(Task item):
Copy each line containing the word "drawBootstrapCounts" from the records that follow, please.

━━━━━ Provided material ━━━━━

/**
 * The ensemble model kinds: 'bagging', 'forest', 'adaboost', 'boosting', 'stack'. Each extends the
 * common `ModelHeader` (src/learn/model.ts) and keeps its trees as `FlatTree`s.
 */
import type { FlatTree } from '../flat-tree.js';
import type { ModelHeader } from '../model.js';
import type { ImpurityImportanceRow } from './importance.js';
import type { LossName } from './loss/loss.js';
import type { OobPoint } from './oob.js';
import type { LogisticCombiner } from './logistic-combiner.js';
import type { RidgeCombiner } from './ridge-combiner.js';

/** Bagged trees ('bagging': every feature at every split) or a random forest ('forest'). */
export interface ForestModel extends ModelHeader {
  readonly kind: 'bagging' | 'forest';
  /** Members in index order; classification leaves hold class probabilities. */
  readonly trees: readonly FlatTree[];
  /** How members are combined for classes: mean of leaf probabilities, or majority vote. */
  readonly combine: 'average' | 'vote';
  /** Out-of-bag error after each member. */
  readonly oobCurve: readonly OobPoint[];
  readonly importance: readonly ImpurityImportanceRow[];
}

/** One AdaBoost round. */
export interface AdaBoostRound {
  readonly round: number;
  /** Weighted error of this round's classifier on the training rows. */
  readonly weightedError: number;
  /** Its weight α in the vote. */
  readonly stepWeight: number;
  /** Error (weighted by sample weights) of the ensemble of rounds 1..round on the training rows. */
  readonly trainError: number;
  /** Same on the watched set (NaN without one). */
  readonly watchError: number;
}

export interface AdaBoostModel extends ModelHeader {
  readonly kind: 'adaboost';
  /** Round classifiers (leaf values: class probabilities; each votes for its most probable class). */
  readonly trees: readonly FlatTree[];
  /** α of each kept round. */
  readonly stepWeights: readonly number[];
  readonly rounds: readonly AdaBoostRound[];
  /** Why the fit ended: all rounds run, a perfect round (err = 0), or a round no better than guessing. */
  readonly stopReason: 'rounds' | 'perfect' | 'guessing';
  /** Weighted class shares: the prediction when no round was kept. */
  readonly prior: readonly number[];
  readonly importance: readonly ImpurityImportanceRow[];
}

export interface BoostingModel extends ModelHeader {
  readonly kind: 'boosting';
  readonly loss: LossName;
  /** Scores per row: K for multiclass, else 1. */
  readonly nOutputs: number;
  /** Constant initial model F_0, one value per output. */
  readonly initial: readonly number[];
  /** Trees in round-major order: round m, output k is `trees[m·nOutputs + k]`; leaf values include the step. */
  readonly trees: readonly FlatTree[];
  /** Step (learning rate) used at each round. */
  readonly steps: readonly number[];
  /** Training loss after each round (entry 0 is F_0's). */
  readonly trainLoss: readonly number[];
  /** Watched-set loss after each round (entry 0 is F_0's); empty without a watched set. */
  readonly watchLoss: readonly number[];
  /** Round with the lowest watched loss (0 = F_0 alone), or the last round without a watched set. */
  readonly bestRound: number;
  /** Rounds kept in `trees` (early stopping truncates to `bestRound`). */
  readonly roundsKept: number;
  readonly importance: readonly ImpurityImportanceRow[];
}

/** A base learner of a stack, fitted on every row. */
export interface StackMemberModel {
  readonly name: string;
  /** Any coppice model (serialised through the model-file registry). */
  readonly model: ModelHeader;
}

export interface StackModel extends ModelHeader {
  readonly kind: 'stack';
  readonly members: readonly StackMemberModel[];
  /** Combiner inputs are the members' outputs (K probabilities, or 1 value each), then `passThrough` features. */
  readonly combiner: LogisticCombiner | RidgeCombiner;
  /** Numeric features passed to the combiner as they are. */
  readonly passThrough: readonly string[];
  /** Number of folds the combiner's inputs came from. */
  readonly folds: number;
  /** Out-of-fold score of each member: weighted accuracy (classes) or mean squared error (numbers). */
  readonly memberScores: readonly { readonly name: string; readonly score: number }[];
}

export type EnsembleModel = ForestModel | AdaBoostModel | BoostingModel | StackModel;
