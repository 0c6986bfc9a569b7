/**
 * AdaBoost predictions: the class with the largest α-weighted vote, argmax_k Σ_m α_m I(G_m(x) = k)
 * (ESL Algorithm 10.1 step 3, written for K classes as in SAMME). `proba` holds each class's share of
 * the vote (Σ α over rounds voting for it / Σ α) — a ranking score, not a calibrated probability.
 * With no kept round the weighted class shares of the training rows are returned.
 */
import type { Frame } from '../../table/frame.js';
import { leafOf } from '../flat-tree.js';
import type { Predictions } from '../model.js';
import type { AdaBoostModel } from './models.js';
import { rowSourceFor } from '../tree/row-source.js';
import { argmaxAt } from './tree-sum.js';

/**
 * Predict `frame` with the first `rounds` rounds of `model` (all by default).
 * @param rounds rounds used (for error-against-rounds curves). __Default:__ all kept rounds.
 * @example
 * predictAdaBoost(ada, testFrame).value; // class index per row
 */
export function predictAdaBoost(model: AdaBoostModel, frame: Frame, rounds: number = model.trees.length): Predictions {
  const src = rowSourceFor(model.features, frame);
  const classes = model.target.classes ?? [];
  const K = classes.length, n = frame.nRows;
  const m = Math.max(0, Math.min(rounds, model.trees.length));
  const proba = new Float64Array(n * K);
  let sum = 0;
  for (let t = 0; t < m; t++) {
    const tree = model.trees[t], a = model.stepWeights[t];
    sum += a;
    for (let i = 0; i < n; i++) proba[i * K + argmaxAt(tree.value, leafOf(tree, src, i) * K, K)] += a;
  }
  if (m === 0) for (let i = 0; i < n; i++) for (let k = 0; k < K; k++) proba[i * K + k] = model.prior[k];
  else for (let j = 0; j < proba.length; j++) proba[j] /= sum;
  const value = new Float64Array(n);
  for (let i = 0; i < n; i++) value[i] = argmaxAt(proba, i * K, K);
  return { task: 'classification', n, value, proba, classes };
}
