/**
 * The bootstrap (Efron 1979): n draws with replacement from n rows, returned as a count per row so a
 * learner can use the counts as row weights (a count of 0 leaves the row out: it is out-of-bag).
 * The chance that a given row is drawn at least once is 1 − (1 − 1/n)^n → 1 − 1/e ≈ 0.632
 * (James et al. 2013, ISLR Ex. 5.4.2; Hastie, Tibshirani & Friedman 2009, ESL eq. 7.55).
 */
import { errors } from '../../errors.js';
import type { Rng } from '../../util/rng.js';

/**
 * Draw a bootstrap sample of `size` rows out of `n` as counts per row.
 *
 * @param n number of rows to draw from (>= 1).
 * @param rng seeded generator (use `derive(seed, t)` for sample t).
 * @param size number of draws. __Default:__ `n`.
 * @returns Float64Array of length n; entry i is how often row i was drawn (sums to `size`).
 * @example
 * const counts = drawBootstrapCounts(100, derive(7, 0));
 * const inBag = counts.filter((c) => c > 0).length; // about 63
 */
export function drawBootstrapCounts(n: number, rng: Rng, size: number = n): Float64Array {
  if (!Number.isInteger(n) || n < 1) throw errors.badOption('n', n, 'a whole number >= 1');
  if (!Number.isInteger(size) || size < 0) throw errors.badOption('size', size, 'a whole number >= 0');
  const counts = new Float64Array(n);
  for (let d = 0; d < size; d++) counts[rng.int(n)] += 1;
  return counts;
}
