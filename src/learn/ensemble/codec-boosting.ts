/**
 * Model-file body of gradient boosting:
 * `{ loss, nOutputs, initial, trees, steps, trainLoss, watchLoss, bestRound, roundsKept, importance }`.
 */
import { errors } from '../../errors.js';
import type { ModelHeader } from '../model.js';
import { readInt, readObject, readString, type JsonValue } from '../tree/json-values.js';
import { decodeImportance, decodeNumbers, decodeTrees, encodeImportance, encodeNumbers, encodeTrees } from './codec-parts.js';
import type { LossName } from './loss/loss.js';
import { lossNames } from './loss/pick.js';
import type { BoostingModel } from './models.js';

export const boostingCodec = {
  encode(model: BoostingModel): { [key: string]: JsonValue } {
    return {
      loss: model.loss, nOutputs: model.nOutputs, initial: encodeNumbers(model.initial), trees: encodeTrees(model.trees),
      steps: encodeNumbers(model.steps), trainLoss: encodeNumbers(model.trainLoss), watchLoss: encodeNumbers(model.watchLoss),
      bestRound: model.bestRound, roundsKept: model.roundsKept, importance: encodeImportance(model.importance),
    };
  },
  decode(body: unknown, header: ModelHeader): BoostingModel {
    const o = readObject(body, 'body');
    const loss = readString(o.loss, 'body.loss') as LossName;
    if (!lossNames.includes(loss)) throw errors.badModel(`body.loss should be one of ${lossNames.join(', ')}`);
    const classLoss = loss === 'logistic' || loss === 'multiclass';
    if (classLoss !== (header.task === 'classification')) throw errors.badModel(`loss ${loss} does not match task ${header.task}`);
    const K = loss === 'multiclass' ? (header.target.classes?.length ?? 0) : 1;
    if (readInt(o.nOutputs, 'body.nOutputs', 1) !== K) throw errors.badModel(`body.nOutputs should be ${K}`);
    const initial = decodeNumbers(o.initial, 'body.initial');
    if (initial.length !== K) throw errors.badModel(`body.initial should have ${K} entries`);
    const roundsKept = readInt(o.roundsKept, 'body.roundsKept', 0);
    const trees = decodeTrees(o.trees, 'body.trees', header.features, 1);
    if (trees.length !== roundsKept * K) throw errors.badModel(`body.trees should hold ${roundsKept * K} trees (roundsKept × nOutputs)`);
    return {
      ...header, kind: 'boosting', loss, nOutputs: K, initial, trees, roundsKept,
      steps: decodeNumbers(o.steps, 'body.steps'),
      trainLoss: decodeNumbers(o.trainLoss, 'body.trainLoss'),
      watchLoss: decodeNumbers(o.watchLoss, 'body.watchLoss'),
      bestRound: readInt(o.bestRound, 'body.bestRound', 0),
      importance: decodeImportance(o.importance, 'body.importance'),
    };
  },
};
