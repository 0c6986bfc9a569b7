/**
 * A watched set (held-out rows scored after every round, for learning curves and early stopping):
 * checked against the training target and routed through the training features.
 */
import { errors } from '../../errors.js';
import type { Dataset, Target } from '../../table/frame.js';
import type { ColumnSchema } from '../../table/frame.js';
import type { RowSource } from '../flat-tree.js';
import { prepareData } from './prepare.js';
import { rowSourceFor } from '../tree/row-source.js';

export interface WatchSet {
  readonly n: number;
  readonly src: RowSource;
  /** Class codes (as numbers) or values. */
  readonly y: Float64Array;
  readonly weights: Float64Array;
}

/**
 * Prepare `data` as a watched set for a model trained on `features` and `target`.
 * @example
 * const watch = watchSetOf(holdout, train.features.schema.columns, train.target);
 */
export function watchSetOf(data: Dataset, features: readonly ColumnSchema[], target: Target): WatchSet {
  const t = data.target;
  if (t.kind !== target.kind) throw errors.badWatchSet(`its target is ${t.kind === 'class' ? 'a class' : 'a number'}, the training target is not`);
  if (t.kind === 'class' && target.kind === 'class' && t.classes.join('\u0000') !== target.classes.join('\u0000')) {
    throw errors.badWatchSet(`classes ${t.classes.join(', ')} differ from the training classes ${target.classes.join(', ')}`);
  }
  const prep = prepareData(data, 'watch');
  const pt = prep.data.target;
  const y = pt.kind === 'class' ? Float64Array.from(pt.codes) : pt.values;
  return { n: prep.n, src: rowSourceFor(features, prep.data.features), y, weights: prep.weights };
}
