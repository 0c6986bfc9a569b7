/**
 * Selection of the k-th smallest of m numbers in expected linear time, in place (Hoare, C. A. R. (1961)
 * "Algorithm 65: Find", Communications of the ACM 4(7):321–322), with a median-of-three pivot.
 * Used by weighted quantiles when every weight is 1, where the quantile is an order statistic.
 */

/**
 * The k-th smallest (k from 1) of `a[0..m)`; reorders `a[0..m)`. Values must not be NaN.
 * @example
 * selectKth(Float64Array.of(5, 1, 4, 2, 3), 5, 2); // 2
 */
export function selectKth(a: Float64Array, m: number, k: number): number {
  let lo = 0, hi = m - 1;
  const want = k - 1;
  while (hi > lo) {
    const mid = (lo + hi) >>> 1;
    // median of three as the pivot
    if (a[mid] < a[lo]) swap(a, mid, lo);
    if (a[hi] < a[lo]) swap(a, hi, lo);
    if (a[hi] < a[mid]) swap(a, hi, mid);
    const pivot = a[mid];
    let i = lo, j = hi;
    while (i <= j) {
      while (a[i] < pivot) i++;
      while (a[j] > pivot) j--;
      if (i <= j) { swap(a, i, j); i++; j--; }
    }
    if (want <= j) hi = j;
    else if (want >= i) lo = i;
    else return a[want];
  }
  return a[want];
}

function swap(a: Float64Array, i: number, j: number): void {
  const t = a[i]; a[i] = a[j]; a[j] = t;
}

━━━━━

(Response):
 * const counts = drawBootstrapCounts(100, derive(7, 0));
export function drawBootstrapCounts(n: number, rng: Rng, size: number = n): Float64Array {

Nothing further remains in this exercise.